Top of Data section
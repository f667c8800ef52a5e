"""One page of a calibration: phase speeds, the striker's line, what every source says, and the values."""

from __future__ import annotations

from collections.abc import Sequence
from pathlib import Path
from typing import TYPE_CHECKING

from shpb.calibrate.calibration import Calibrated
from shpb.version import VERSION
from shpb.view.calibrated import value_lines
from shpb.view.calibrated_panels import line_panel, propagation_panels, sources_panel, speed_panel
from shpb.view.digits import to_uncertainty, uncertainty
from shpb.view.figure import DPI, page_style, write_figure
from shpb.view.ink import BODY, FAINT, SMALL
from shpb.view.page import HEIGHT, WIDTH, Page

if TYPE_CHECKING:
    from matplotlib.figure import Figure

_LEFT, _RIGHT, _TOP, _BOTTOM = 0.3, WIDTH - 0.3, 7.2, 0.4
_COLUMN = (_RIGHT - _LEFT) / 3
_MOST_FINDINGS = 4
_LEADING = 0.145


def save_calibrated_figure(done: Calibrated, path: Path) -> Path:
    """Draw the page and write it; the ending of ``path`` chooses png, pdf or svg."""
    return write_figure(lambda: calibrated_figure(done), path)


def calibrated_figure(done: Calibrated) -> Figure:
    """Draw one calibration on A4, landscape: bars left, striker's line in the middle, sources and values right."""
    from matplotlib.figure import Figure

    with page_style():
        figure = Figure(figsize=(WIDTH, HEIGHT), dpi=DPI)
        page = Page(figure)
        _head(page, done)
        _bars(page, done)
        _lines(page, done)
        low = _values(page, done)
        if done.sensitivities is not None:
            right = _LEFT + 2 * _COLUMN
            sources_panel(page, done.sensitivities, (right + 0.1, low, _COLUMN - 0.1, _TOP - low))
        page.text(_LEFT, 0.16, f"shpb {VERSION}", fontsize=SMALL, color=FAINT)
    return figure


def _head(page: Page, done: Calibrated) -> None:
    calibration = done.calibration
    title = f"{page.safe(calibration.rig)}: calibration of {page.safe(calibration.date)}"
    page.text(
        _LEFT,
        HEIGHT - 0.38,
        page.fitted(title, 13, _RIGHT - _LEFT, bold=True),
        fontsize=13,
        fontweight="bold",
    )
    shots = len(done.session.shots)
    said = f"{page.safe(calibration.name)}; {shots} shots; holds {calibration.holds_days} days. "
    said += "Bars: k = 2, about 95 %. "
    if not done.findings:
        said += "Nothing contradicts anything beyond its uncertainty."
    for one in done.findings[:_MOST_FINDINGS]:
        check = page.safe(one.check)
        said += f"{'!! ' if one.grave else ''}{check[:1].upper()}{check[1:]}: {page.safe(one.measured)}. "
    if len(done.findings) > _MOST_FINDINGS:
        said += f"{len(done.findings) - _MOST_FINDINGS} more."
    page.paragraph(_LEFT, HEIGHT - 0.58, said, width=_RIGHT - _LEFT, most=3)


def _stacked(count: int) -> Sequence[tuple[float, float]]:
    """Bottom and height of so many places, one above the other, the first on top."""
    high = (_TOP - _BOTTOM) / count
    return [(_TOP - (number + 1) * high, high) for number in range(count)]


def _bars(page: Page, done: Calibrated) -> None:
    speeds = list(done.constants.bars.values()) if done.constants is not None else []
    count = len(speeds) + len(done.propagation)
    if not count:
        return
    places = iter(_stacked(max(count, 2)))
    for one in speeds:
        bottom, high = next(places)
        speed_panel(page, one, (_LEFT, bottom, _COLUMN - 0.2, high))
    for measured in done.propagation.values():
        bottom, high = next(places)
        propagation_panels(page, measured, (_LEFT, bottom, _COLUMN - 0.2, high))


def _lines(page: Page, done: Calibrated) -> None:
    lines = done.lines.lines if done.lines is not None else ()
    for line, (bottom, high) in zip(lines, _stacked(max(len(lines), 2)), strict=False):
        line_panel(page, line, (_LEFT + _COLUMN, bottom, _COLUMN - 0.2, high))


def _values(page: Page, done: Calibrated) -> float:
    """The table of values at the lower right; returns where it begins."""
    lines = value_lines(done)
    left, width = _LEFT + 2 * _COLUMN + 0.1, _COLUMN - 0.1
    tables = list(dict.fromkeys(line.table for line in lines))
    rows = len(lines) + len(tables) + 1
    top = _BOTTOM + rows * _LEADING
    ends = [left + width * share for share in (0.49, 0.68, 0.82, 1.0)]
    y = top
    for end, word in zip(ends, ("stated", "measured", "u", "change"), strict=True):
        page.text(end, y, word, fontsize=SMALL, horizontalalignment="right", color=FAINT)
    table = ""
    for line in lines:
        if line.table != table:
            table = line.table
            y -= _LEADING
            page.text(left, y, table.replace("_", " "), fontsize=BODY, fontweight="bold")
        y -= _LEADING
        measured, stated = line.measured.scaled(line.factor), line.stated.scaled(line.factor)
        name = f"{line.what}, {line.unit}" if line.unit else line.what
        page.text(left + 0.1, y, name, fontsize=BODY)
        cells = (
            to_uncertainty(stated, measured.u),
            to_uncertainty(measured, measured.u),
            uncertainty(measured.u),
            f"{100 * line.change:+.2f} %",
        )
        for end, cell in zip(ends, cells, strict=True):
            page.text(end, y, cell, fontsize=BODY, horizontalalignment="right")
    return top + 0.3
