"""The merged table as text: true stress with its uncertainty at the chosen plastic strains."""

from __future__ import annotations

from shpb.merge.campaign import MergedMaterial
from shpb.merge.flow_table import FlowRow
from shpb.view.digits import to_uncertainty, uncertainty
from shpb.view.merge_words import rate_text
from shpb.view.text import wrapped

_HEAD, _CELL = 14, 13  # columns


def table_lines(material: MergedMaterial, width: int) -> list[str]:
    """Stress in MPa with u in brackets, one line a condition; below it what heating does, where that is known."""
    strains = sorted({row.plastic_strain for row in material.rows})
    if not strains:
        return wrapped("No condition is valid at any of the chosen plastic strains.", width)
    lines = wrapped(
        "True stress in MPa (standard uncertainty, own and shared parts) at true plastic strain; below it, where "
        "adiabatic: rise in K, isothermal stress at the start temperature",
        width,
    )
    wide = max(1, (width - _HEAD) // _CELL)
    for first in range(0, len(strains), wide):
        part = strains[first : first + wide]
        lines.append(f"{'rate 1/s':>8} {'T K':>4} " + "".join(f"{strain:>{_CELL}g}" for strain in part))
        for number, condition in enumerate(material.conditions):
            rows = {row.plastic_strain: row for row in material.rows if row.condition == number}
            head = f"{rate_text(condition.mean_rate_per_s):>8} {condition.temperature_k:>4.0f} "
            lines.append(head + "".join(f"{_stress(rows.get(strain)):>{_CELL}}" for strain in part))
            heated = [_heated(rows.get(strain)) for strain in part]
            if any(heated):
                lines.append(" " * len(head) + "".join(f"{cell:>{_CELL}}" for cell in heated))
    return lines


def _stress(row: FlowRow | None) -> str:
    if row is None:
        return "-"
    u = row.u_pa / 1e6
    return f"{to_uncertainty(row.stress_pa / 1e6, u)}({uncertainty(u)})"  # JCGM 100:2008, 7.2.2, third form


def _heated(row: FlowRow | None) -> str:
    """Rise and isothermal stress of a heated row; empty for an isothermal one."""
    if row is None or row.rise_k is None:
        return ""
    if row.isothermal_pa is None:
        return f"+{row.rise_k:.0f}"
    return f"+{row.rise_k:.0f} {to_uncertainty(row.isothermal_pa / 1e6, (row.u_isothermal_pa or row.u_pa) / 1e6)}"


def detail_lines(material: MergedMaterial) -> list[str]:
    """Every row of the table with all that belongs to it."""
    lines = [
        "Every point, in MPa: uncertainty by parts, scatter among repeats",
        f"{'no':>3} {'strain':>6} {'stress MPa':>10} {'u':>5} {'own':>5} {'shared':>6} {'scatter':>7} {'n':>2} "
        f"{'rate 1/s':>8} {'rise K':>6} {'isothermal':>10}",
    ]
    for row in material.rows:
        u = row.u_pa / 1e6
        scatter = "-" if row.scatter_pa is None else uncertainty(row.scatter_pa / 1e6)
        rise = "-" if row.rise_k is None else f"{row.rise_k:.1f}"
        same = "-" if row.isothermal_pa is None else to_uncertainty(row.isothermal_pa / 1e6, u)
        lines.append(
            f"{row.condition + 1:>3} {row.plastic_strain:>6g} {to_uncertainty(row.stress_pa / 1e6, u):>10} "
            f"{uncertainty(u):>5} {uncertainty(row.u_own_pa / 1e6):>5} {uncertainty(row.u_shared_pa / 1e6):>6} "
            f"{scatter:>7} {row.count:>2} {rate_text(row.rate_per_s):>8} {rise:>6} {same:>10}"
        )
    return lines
Bottom of Data section
Top of Data section
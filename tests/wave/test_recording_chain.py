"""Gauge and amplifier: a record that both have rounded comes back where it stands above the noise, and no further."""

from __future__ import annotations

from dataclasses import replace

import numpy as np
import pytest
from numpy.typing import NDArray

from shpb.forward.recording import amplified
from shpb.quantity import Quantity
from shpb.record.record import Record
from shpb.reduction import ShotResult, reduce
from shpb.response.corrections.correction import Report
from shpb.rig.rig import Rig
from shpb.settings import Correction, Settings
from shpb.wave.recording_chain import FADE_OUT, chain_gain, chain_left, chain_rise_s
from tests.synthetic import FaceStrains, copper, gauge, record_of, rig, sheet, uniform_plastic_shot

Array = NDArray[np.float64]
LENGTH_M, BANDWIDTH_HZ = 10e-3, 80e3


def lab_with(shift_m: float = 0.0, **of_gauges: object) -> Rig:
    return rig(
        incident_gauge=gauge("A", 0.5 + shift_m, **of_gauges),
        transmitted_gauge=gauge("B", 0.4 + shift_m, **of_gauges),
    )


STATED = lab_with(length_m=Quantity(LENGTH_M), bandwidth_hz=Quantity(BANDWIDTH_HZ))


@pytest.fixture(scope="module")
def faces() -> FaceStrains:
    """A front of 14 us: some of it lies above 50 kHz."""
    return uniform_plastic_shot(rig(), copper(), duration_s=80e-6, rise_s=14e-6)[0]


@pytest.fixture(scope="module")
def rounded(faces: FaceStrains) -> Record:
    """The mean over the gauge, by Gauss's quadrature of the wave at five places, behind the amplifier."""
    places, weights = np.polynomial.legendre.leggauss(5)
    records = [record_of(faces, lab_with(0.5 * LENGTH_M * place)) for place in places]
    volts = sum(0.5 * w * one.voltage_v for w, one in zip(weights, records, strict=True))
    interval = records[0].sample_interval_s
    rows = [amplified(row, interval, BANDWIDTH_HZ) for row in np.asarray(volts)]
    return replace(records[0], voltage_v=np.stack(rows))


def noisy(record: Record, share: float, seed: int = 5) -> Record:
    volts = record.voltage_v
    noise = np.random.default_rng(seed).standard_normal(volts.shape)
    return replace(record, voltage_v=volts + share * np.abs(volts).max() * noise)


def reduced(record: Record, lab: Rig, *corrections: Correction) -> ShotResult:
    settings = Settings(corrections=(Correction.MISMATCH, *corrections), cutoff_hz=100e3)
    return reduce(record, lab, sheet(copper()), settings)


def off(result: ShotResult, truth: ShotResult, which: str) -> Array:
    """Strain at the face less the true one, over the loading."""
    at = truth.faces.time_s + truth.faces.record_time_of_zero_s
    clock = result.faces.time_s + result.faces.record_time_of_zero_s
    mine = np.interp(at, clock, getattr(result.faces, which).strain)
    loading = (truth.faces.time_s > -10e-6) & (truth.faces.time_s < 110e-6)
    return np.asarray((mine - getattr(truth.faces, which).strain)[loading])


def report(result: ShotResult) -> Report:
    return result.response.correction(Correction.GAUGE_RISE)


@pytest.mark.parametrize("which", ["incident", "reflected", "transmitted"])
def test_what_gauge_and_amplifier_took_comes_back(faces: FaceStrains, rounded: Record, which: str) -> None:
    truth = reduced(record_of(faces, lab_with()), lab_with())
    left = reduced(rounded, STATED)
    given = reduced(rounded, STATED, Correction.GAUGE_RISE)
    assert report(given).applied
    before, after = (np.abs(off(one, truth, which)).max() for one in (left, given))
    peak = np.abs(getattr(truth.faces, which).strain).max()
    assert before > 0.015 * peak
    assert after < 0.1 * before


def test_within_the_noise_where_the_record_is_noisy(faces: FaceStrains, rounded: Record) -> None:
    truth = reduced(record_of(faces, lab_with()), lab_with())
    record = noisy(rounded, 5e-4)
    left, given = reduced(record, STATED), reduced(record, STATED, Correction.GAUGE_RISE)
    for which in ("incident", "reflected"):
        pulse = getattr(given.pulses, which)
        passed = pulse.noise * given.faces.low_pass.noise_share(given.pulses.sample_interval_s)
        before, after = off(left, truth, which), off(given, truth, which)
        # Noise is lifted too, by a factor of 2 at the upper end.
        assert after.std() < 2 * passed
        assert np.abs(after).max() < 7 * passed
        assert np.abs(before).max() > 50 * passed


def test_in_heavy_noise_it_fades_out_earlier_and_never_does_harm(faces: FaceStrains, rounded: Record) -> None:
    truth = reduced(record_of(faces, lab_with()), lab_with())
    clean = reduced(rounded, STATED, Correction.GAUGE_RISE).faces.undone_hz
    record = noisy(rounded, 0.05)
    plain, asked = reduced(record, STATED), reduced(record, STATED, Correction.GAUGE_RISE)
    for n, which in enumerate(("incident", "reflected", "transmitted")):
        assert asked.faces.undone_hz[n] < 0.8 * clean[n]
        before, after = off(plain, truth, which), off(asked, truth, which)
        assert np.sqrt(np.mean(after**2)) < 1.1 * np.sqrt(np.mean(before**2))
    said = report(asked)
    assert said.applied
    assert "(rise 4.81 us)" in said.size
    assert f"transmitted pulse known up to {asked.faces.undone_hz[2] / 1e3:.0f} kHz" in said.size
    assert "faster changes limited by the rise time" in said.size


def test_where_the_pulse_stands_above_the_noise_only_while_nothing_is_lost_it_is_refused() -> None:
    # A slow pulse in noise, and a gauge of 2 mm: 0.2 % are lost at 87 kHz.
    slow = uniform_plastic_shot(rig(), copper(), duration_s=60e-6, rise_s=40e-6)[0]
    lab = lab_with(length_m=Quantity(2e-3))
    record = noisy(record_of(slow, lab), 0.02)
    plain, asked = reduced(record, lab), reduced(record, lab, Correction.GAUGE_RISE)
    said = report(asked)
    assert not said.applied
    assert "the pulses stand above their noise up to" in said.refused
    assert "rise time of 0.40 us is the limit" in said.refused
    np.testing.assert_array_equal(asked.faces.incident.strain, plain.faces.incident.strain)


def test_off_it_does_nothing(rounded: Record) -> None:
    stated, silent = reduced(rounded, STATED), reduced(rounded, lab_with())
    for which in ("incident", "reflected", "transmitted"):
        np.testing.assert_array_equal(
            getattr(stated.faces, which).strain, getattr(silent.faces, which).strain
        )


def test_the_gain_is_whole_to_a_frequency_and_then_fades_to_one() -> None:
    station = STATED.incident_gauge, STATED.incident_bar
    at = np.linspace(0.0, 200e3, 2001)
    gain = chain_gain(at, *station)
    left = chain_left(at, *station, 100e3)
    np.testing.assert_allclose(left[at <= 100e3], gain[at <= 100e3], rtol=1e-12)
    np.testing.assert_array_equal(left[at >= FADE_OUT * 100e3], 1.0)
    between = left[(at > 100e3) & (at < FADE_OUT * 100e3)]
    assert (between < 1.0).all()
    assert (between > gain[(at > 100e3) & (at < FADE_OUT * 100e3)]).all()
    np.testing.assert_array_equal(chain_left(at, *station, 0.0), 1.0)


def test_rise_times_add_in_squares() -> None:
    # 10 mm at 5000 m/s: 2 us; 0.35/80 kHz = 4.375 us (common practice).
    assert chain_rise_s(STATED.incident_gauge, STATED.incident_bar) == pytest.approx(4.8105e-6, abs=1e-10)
Bottom of Data section
• [Action item] In the records above, find the line with "from shpb.view.calibrated import value_lines"; write out exactly that line and each one after it, stopping after the line with "def save_calibrated_figure(done: Calibrated, path: Path)".

• [Exercise response]
from shpb.view.calibrated import value_lines
from shpb.view.calibrated_panels import line_panel, propagation_panels, sources_panel, speed_panel
from shpb.view.digits import to_uncertainty, uncertainty
from shpb.view.figure import DPI, page_style, write_figure
from shpb.view.ink import BODY, FAINT, SMALL
from shpb.view.page import HEIGHT, WIDTH, Page

if TYPE_CHECKING:
    from matplotlib.figure import Figure

_LEFT, _RIGHT, _TOP, _BOTTOM = 0.3, WIDTH - 0.3, 7.2, 0.4
_COLUMN = (_RIGHT - _LEFT) / 3
_MOST_FINDINGS = 4
_LEADING = 0.145


def save_calibrated_figure(done: Calibrated, path: Path) -> Path:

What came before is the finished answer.